[Collection entries]
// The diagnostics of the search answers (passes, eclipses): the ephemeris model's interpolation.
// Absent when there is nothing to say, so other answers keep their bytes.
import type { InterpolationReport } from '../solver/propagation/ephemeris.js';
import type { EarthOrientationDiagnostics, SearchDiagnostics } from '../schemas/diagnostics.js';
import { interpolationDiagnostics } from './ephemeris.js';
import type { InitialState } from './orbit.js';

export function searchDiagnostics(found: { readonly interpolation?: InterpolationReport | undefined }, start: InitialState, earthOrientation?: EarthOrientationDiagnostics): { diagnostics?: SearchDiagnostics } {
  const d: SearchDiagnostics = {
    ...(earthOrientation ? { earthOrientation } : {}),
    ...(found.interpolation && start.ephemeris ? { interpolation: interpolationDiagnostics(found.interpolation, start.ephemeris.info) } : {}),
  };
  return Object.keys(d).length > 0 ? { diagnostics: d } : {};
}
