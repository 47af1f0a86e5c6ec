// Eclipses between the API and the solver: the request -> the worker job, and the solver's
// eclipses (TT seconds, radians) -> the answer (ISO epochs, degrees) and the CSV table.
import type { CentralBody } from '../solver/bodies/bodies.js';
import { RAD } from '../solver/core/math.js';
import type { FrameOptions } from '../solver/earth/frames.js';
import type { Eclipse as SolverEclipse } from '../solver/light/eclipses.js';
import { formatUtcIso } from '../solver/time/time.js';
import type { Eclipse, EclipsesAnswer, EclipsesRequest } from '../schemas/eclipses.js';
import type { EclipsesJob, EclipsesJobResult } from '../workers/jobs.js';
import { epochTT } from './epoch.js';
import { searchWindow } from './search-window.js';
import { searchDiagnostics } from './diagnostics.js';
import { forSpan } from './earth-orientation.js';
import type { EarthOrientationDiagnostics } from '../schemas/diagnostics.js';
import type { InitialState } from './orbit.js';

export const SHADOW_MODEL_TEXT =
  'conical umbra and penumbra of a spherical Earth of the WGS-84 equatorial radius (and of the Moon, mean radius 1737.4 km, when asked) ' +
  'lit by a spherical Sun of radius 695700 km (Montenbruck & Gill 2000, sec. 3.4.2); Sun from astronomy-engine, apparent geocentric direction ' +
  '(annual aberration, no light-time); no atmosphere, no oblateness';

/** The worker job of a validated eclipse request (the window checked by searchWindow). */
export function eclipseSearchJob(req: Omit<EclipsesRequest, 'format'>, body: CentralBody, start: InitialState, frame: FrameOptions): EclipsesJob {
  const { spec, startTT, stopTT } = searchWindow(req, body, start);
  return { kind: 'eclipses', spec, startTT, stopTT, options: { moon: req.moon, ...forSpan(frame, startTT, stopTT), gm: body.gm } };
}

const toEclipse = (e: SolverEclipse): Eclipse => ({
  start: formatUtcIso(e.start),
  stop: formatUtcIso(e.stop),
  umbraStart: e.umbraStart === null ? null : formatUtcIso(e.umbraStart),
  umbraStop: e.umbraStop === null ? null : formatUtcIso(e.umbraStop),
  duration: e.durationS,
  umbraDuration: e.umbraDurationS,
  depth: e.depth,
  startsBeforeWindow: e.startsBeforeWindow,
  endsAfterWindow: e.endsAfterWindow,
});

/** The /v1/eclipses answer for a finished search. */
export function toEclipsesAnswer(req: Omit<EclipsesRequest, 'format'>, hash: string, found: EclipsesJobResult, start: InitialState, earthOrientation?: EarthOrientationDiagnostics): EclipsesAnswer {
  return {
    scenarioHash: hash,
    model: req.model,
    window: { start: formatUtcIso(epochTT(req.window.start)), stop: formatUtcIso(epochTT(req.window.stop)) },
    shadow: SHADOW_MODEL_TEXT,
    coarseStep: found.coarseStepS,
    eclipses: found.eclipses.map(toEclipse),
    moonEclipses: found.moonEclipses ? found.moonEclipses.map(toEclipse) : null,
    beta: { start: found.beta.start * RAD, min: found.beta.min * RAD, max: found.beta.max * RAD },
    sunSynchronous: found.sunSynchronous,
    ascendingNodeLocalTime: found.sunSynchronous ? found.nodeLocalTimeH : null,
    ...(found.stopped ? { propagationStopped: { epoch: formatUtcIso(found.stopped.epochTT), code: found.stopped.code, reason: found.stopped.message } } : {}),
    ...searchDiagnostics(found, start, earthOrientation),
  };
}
---
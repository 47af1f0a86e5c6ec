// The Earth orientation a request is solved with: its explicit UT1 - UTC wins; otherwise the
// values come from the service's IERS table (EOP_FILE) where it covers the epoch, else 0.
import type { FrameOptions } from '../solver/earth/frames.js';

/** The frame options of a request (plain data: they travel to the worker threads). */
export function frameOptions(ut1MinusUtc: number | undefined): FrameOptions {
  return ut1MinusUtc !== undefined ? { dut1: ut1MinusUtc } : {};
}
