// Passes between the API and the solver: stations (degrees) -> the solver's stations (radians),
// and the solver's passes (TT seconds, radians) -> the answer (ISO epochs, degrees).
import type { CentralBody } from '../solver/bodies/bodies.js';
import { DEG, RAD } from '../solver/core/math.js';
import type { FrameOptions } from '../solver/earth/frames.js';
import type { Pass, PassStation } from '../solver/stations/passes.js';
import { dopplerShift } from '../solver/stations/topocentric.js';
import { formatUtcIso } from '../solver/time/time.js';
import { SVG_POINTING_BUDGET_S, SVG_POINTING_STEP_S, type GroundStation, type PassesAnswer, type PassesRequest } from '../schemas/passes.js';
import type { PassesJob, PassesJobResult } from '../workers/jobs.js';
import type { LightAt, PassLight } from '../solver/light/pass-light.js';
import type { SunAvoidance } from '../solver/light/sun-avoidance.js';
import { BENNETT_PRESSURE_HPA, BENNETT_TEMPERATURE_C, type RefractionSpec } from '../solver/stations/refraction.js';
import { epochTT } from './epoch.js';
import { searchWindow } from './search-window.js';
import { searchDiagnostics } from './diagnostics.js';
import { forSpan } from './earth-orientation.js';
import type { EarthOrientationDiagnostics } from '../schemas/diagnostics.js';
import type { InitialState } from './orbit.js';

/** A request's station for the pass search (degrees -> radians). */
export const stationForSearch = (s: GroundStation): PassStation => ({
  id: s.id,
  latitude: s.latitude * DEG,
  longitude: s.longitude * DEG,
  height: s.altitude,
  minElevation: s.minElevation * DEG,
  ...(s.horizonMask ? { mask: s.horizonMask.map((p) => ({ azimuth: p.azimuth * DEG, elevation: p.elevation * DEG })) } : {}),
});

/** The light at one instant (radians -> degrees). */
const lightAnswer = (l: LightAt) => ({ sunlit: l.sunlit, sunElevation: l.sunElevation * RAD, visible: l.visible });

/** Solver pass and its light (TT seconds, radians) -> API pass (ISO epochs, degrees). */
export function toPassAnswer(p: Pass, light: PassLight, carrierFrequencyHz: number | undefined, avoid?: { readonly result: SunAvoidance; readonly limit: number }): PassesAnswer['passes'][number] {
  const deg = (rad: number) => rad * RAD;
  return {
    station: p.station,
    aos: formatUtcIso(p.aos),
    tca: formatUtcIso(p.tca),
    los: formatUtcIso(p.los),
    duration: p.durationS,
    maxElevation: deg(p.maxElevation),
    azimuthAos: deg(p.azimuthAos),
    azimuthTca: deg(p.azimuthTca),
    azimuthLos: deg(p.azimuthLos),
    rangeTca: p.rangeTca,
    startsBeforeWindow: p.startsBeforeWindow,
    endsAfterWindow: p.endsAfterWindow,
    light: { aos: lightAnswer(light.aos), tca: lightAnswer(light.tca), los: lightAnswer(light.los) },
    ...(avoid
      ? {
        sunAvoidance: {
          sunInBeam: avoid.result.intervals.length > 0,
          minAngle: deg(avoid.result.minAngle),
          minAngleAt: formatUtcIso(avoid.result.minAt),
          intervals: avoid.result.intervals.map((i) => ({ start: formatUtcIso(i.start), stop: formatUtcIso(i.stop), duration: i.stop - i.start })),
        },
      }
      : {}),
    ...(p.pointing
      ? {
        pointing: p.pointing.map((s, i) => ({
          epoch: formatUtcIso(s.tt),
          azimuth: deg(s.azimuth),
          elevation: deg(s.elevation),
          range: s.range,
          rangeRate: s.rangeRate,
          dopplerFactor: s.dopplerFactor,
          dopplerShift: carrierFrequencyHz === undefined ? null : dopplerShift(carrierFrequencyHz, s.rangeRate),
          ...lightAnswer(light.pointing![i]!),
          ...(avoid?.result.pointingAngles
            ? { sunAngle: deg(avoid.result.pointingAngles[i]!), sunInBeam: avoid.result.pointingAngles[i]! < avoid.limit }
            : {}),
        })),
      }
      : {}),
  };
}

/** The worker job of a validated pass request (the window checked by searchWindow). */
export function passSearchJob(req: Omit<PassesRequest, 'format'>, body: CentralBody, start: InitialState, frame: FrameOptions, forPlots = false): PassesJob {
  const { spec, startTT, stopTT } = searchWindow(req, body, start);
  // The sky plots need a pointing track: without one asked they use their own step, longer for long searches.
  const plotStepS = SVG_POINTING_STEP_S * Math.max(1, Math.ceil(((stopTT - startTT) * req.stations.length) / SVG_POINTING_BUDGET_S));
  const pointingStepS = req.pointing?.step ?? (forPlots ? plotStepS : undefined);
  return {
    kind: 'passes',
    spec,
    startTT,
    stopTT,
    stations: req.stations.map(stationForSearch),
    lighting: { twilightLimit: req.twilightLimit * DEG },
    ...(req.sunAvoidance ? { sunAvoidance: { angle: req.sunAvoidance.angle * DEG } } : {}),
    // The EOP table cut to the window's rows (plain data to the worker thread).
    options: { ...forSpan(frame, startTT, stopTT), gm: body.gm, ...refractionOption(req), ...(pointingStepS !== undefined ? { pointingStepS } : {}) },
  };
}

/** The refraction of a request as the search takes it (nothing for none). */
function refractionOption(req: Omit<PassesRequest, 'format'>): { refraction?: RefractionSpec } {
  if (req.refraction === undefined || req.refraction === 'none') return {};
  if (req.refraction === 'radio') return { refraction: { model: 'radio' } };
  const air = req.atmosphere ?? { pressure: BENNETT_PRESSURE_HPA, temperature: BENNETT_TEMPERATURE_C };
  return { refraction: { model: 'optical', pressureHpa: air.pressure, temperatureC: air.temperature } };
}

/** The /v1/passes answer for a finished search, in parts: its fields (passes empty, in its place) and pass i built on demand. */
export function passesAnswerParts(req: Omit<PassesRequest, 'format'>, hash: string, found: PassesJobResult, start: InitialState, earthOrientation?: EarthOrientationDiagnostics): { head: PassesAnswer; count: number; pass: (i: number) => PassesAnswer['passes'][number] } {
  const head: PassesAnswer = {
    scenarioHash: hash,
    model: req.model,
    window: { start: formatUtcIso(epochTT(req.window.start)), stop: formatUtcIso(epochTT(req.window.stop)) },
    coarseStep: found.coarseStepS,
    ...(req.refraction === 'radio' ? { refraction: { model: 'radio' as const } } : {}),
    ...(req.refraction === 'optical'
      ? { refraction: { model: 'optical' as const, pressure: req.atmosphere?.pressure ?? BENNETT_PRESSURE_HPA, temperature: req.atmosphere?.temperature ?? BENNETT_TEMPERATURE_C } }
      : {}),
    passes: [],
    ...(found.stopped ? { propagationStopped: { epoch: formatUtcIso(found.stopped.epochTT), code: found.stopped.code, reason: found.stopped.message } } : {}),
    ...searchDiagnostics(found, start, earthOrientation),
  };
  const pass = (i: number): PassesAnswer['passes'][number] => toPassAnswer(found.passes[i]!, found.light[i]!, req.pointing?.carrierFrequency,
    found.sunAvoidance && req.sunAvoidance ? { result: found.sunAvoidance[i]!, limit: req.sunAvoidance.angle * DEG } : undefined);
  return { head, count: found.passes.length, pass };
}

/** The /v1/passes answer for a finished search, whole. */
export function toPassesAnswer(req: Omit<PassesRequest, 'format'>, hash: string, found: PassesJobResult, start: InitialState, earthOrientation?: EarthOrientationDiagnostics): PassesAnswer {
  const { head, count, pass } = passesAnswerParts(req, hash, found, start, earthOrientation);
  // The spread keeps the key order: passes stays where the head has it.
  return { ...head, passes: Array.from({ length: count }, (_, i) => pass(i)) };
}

WHAT TO PRODUCE
Please return only the lines above, starting at the line that has "ephemeris model's interpolation." and ending at the line that has "keep their bytes.", keeping both and leaving each one unchanged.

REPLY TO THE EXERCISE
// The diagnostics of the search answers (passes, eclipses): the ephemeris model's interpolation.
// Absent when there is nothing to say, so other answers keep their bytes.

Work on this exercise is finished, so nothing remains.